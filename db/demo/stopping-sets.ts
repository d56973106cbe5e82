import { inventedStoppingCounts } from '@/lib/files/invented-stopping';
import type { DemoFile, DemoStoppingSet } from './types';

/** The ladder of implantation energies that the demo's profiles are computed for. */
export const LADDER_KEV = [2, 3, 4, 5, 6, 8, 10, 12, 14, 16, 18, 20, 22] as const;
const BINS = 320;
const BIN_WIDTH_NM = 1;
const IMPLANTED = 200_000;
const INVENTED = '# invented numbers of the demo team';

/** Two stacks: one comes as a matrix, the other as a file for each energy. */
export function demoStoppingSets(): DemoStoppingSet[] {
  return [
    {
      key: 'carbide',
      meta: {
        name: 'SiC under 25 nm oxide, 1 nm bins',
        layerStack: '25 nm SiO2 (2.2 g/cm³) on 4H-SiC (3.21 g/cm³)',
        ...INVENTED_ORIGIN,
      },
      files: [matrixFile('sic-oxide-25nm.csv', 40)],
      reading: readingOf([{ delimiter: 'comma' }]),
      invented: true,
    },
    {
      key: 'germanium',
      meta: {
        name: 'Ge under 4 nm alumina, 1 nm bins',
        layerStack: '4 nm Al2O3 (3.0 g/cm³) on Ge (5.32 g/cm³)',
        ...INVENTED_ORIGIN,
      },
      files: LADDER_KEV.map((energyKeV) => oneEnergyFile(energyKeV, 45)),
      reading: readingOf(LADDER_KEV.map(() => ({ delimiter: 'tab' }))),
      invented: true,
    },
  ];
}

const INVENTED_ORIGIN = {
  origin: 'Formula of the demo generator; no stopping calculation',
  notes:
    'Invented profiles of the right shape: density as x·exp(−(x/x₀)²), mean depth growing as the energy to the power 0.75.',
};

function readingOf(files: readonly { delimiter: 'comma' | 'tab' }[]): DemoStoppingSet['reading'] {
  return {
    depthUnit: 'nm',
    positionsAre: 'centres',
    weightsAre: 'counts',
    implantedPerEnergy: IMPLANTED,
    files: files.map(({ delimiter }) => ({
      delimiter,
      decimal: 'point',
      energyKeV: null,
      skipLines: [],
    })),
  };
}

function countsOf(energyKeV: number, meanDepthAt6KeV: number): number[] {
  return inventedStoppingCounts({
    energyKeV,
    meanDepthAt6KeV,
    binWidthNm: BIN_WIDTH_NM,
    bins: BINS,
    implanted: IMPLANTED,
  });
}

const CENTRES_NM = Array.from({ length: BINS }, (_, bin) => (bin + 0.5) * BIN_WIDTH_NM);

function matrixFile(fileName: string, meanDepthAt6KeV: number): DemoFile {
  const columns = LADDER_KEV.map((energyKeV) => countsOf(energyKeV, meanDepthAt6KeV));
  const rows = CENTRES_NM.map((depth, bin) =>
    [depth, ...columns.map((counts) => counts[bin])].join(','),
  );
  const heading = ['depth_nm', ...LADDER_KEV.map((energy) => `${energy} keV`)].join(',');
  return { fileName, text: lines([INVENTED, implanted(), heading, ...rows]) };
}

function oneEnergyFile(energyKeV: number, meanDepthAt6KeV: number): DemoFile {
  const rows = countsOf(energyKeV, meanDepthAt6KeV).map(
    (count, bin) => `${CENTRES_NM[bin]}\t${count}`,
  );
  return {
    fileName: `ge-alumina-${energyKeV}keV.txt`,
    text: lines([INVENTED, implanted(), 'depth_nm\tcounts', ...rows]),
  };
}

function implanted(): string {
  return `# implanted per energy: ${IMPLANTED}`;
}

function lines(all: readonly string[]): string {
  return all.join('\n') + '\n';
}
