import type { ScanColumns, ScanReadOptions } from '@/lib/files/scan-file';
import type { StoppingReadOptions } from '@/lib/files/stopping-file';
import type {
  CarrierScale,
  Observable,
  ParameterName,
  ParameterSetting,
  Polarity,
  ProfileKind,
  Response,
} from '@/lib/inversion/index';

/**
 * What the demo generator hands to the seed: plain data, no ids. Things refer to each other by
 * `key`. Every number comes from a formula and the seed, and everything carries `invented: true`.
 */
export interface DemoData {
  seed: number;
  invented: true;
  team: { name: string; invented: true };
  people: readonly DemoPerson[];
  samples: readonly DemoSample[];
  stoppingSets: readonly DemoStoppingSet[];
  scans: readonly DemoScan[];
  /** In the order in which they must be saved: a fit stands after the one that it came from. */
  fits: readonly DemoFit[];
}

export interface DemoPerson {
  key: string;
  name: string;
  email: string;
  role: 'owner' | 'analyst' | 'reviewer' | 'modeller';
  invented: true;
}

/** A file exactly as a person would have uploaded it: UTF-8 text, to be stored byte for byte. */
export interface DemoFile {
  fileName: string;
  text: string;
}

export interface DemoSample {
  key: string;
  name: string;
  material: string;
  /** n: electrons, p: holes. */
  carrierType: 'n' | 'p';
  dopingPerCm3: number;
  dopingSigmaPerCm3: number;
  capMaterial: string;
  capThicknessNm: number;
  treatment: string;
  notes: string;
  invented: true;
}

export interface DemoStoppingSet {
  key: string;
  name: string;
  layerStack: string;
  capThicknessNm: number;
  files: readonly DemoFile[];
  /** Options with which lib/files/stopping-file reads `files` without a problem. */
  readAs: StoppingReadOptions;
  notes: string;
  invented: true;
}

export type DemoIllumination = 'dark' | 'ultraviolet lamp' | 'after lamp';

export interface DemoScan {
  key: string;
  sampleKey: string;
  name: string;
  observable: Observable;
  temperatureK: number;
  fieldMillitesla: number;
  illumination: DemoIllumination;
  gateBiasV: number | null;
  /** Calendar day, YYYY-MM-DD. */
  measuredOn: string;
  file: DemoFile;
  /** Columns and options with which lib/files/scan-file reads `file` without a problem. */
  readAs: { columns: ScanColumns; options: ScanReadOptions };
  notes: string;
  invented: true;
}

/** Where a comment points; `fit` is the whole of it. */
export type DemoAnchor =
  | { kind: 'fit' }
  | { kind: 'point'; energyKeV: number }
  | { kind: 'depth'; depthNm: number }
  | { kind: 'check'; checkId: string };

export interface DemoComment {
  byKey: string;
  text: string;
  anchor: DemoAnchor;
}

export interface DemoFit {
  key: string;
  name: string;
  scanKey: string;
  stoppingKey: string;
  authorKey: string;
  /** The fit that this one was made from; null for a first one. */
  fromFitKey: string | null;
  profile: ProfileKind;
  polarity: Polarity;
  response: Response;
  carriers: CarrierScale;
  capThicknessNm: number;
  parameters: Partial<Record<ParameterName, ParameterSetting>>;
  /** Energies (keV) of points that are switched off. */
  switchedOffKeV: readonly number[];
  resamples: number;
  resampleSeed: number;
  outcome: 'draft' | 'submitted' | 'accepted' | 'returned';
  comments: readonly DemoComment[];
  /** Who decided and why; null for a draft or a fit still in review. */
  decision: { byKey: string; reason: string } | null;
  invented: true;
}
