import { describe, expect, it } from 'vitest';
import {
  compareFits,
  fit,
  InversionError,
  prepareFit,
  simulateScan,
  zeroWidthTest,
  type FitAnswer,
  type FitInput,
} from '@/lib/inversion/index';
import { answerOf, fractionInput } from './support/scans';

const truth = { edgeDepthNm: 75, edgeWidthNm: 25, levelTop: 0.74, levelBulk: 0.32 };
const template = fractionInput({}, 0.004);
const points = simulateScan({ input: template, values: truth, seed: 1 });
const answer = (change: Partial<FitInput>): FitAnswer =>
  answerOf(fit(prepareFit({ ...template, points, ...change }), { intervalsFor: [] }));
const graded = answer({});
const sharp = answer({ profile: 'sharp' });

describe('comparing fits', () => {
  // Source: Burnham and Anderson, Model Selection and Multimodel Inference (2002), section 2.9: w_k ∝ exp(−Δ_k/2).
  it('weighs them by AICc', () => {
    const { rows, comparable } = compareFits([
      { label: 'sharp', answer: sharp },
      { label: 'graded', answer: graded },
    ]);
    expect(comparable).toBe(true);
    const delta = sharp.aicc! - graded.aicc!;
    expect(delta).toBeGreaterThan(2);
    expect(rows.map(({ deltaAicc }) => deltaAicc)).toEqual([delta, 0]);
    expect(rows[0]!.weight! + rows[1]!.weight!).toBeCloseTo(1, 12);
    expect(rows[1]!.weight! / rows[0]!.weight! / Math.exp(delta / 2)).toBeCloseTo(1, 10);
  });

  // Source: G. Schwarz, Ann. Stat. 6, 461 (1978): BIC = χ² + k ln n; R. E. Kass and A. E. Raftery, J. Am. Stat. Assoc. 90, 773
  // (1995): odds of exp(−½ΔBIC). Worked by hand from χ², 3 and 4 parameters and 13 points.
  it('weighs them by BIC', () => {
    const { rows } = compareFits([
      { label: 'sharp', answer: sharp },
      { label: 'graded', answer: graded },
    ]);
    const delta = sharp.chiSquare - graded.chiSquare - Math.log(13);
    expect(rows[0]!.deltaBic).toBeCloseTo(delta, 10);
    expect(rows[1]!.deltaBic).toBe(0);
    expect(rows[0]!.bicWeight! + rows[1]!.bicWeight!).toBeCloseTo(1, 12);
    expect(rows[1]!.bicWeight! / rows[0]!.bicWeight! / Math.exp(delta / 2)).toBeCloseTo(1, 10);
  });

  it('does not weigh fits of different points', () => {
    const fewer = answer({ points: points.map((p, i) => ({ ...p, enabled: i !== 3 })) });
    const comparison = compareFits([
      { label: 'all', answer: graded },
      { label: 'fewer', answer: fewer },
    ]);
    expect(comparison.comparable).toBe(false);
    expect(comparison.reason).toContain('same points');
    expect(comparison.rows.map(({ weight }) => weight)).toEqual([null, null]);
    expect(comparison.rows.map(({ bicWeight }) => bicWeight)).toEqual([null, null]);
  });

  it('counts a switched-off point as absent, whatever its value', () => {
    const off = (value: number): FitAnswer =>
      answer({ points: points.map((p, i) => (i === 3 ? { ...p, enabled: false, value } : p)) });
    expect(
      compareFits([
        { label: 'a', answer: off(0.1) },
        { label: 'b', answer: off(0.9) },
      ]).comparable,
    ).toBe(true);
  });

  it('lists fits that have no AICc without a weight', () => {
    const none = compareFits([{ label: 'a', answer: { ...graded, aicc: null } }]);
    expect(none.rows[0]).toMatchObject({ aicc: null, deltaAicc: null, weight: null });
  });
});

describe('the zero-width test', () => {
  // Source: Self and Liang (1987): half the mass at zero, half χ² with one degree of freedom, whose 5 % point is then 2.706 (the
  // 10 % point of χ²₁, Abramowitz and Stegun table 26.8, from memory).
  it('halves the tail of χ²', () => {
    const at = (statistic: number) =>
      zeroWidthTest({ ...sharp, chiSquare: graded.chiSquare + statistic }, graded);
    expect(at(2.70554).pValue).toBeCloseTo(0.05, 5);
    expect(at(4).sigmas).toBe(2);
    expect(at(9).pValue).toBeCloseTo(0.001349898, 8);
    expect(at(0)).toEqual({ statistic: 0, pValue: 1, sigmas: 0 });
    expect(at(-1e-9).statistic).toBe(0);
    expect(at(900).pValue).toBeGreaterThan(0);
  });

  it('rejects a sharp edge where the scan is clear', () => {
    expect(zeroWidthTest(sharp, graded).sigmas).toBeGreaterThan(2);
    expect(() => zeroWidthTest(graded, sharp)).toThrow(InversionError);
  });

  // Source: as above, by simulation: under a sharp truth about half of the scans give a statistic of zero. 120 scans know a share
  // of a half to 0.046; three of those.
  it('gives zero in about half of the scans of a sharp edge', () => {
    const edge = { ...truth, edgeDepthNm: 75, edgeWidthNm: 0 };
    const statistics = Array.from({ length: 120 }, (_, seed) => {
      const input: FitInput = {
        ...template,
        points: simulateScan({ input: template, values: edge, seed: 500 + seed }),
      };
      const both = (['sharp', 'graded'] as const).map((profile) =>
        answerOf(fit(prepareFit({ ...input, profile }), { intervalsFor: [] })),
      );
      return zeroWidthTest(both[0]!, both[1]!).statistic;
    });
    const zeros = statistics.filter((statistic) => statistic < 1e-3).length / statistics.length;
    const rejected =
      statistics.filter((statistic) => statistic > 2.70554).length / statistics.length;
    expect(zeros).toBeGreaterThan(0.5 - 0.14);
    expect(zeros).toBeLessThan(0.5 + 0.14);
    expect(rejected).toBeLessThan(0.05 + 0.06);
  });
});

● Task statement:
Reproduce exactly, and only, the lines from the start of the entries through the one that contains "computed for. */".

● Your response:
filename db/demo/stopping-sets.ts
repository d56973106cbe5e82
import { inventedStoppingCounts } from '@/lib/files/invented-stopping';
import type { DemoFile, DemoStoppingSet } from './types';

/** The ladder of implantation energies that the demo's profiles are computed for. */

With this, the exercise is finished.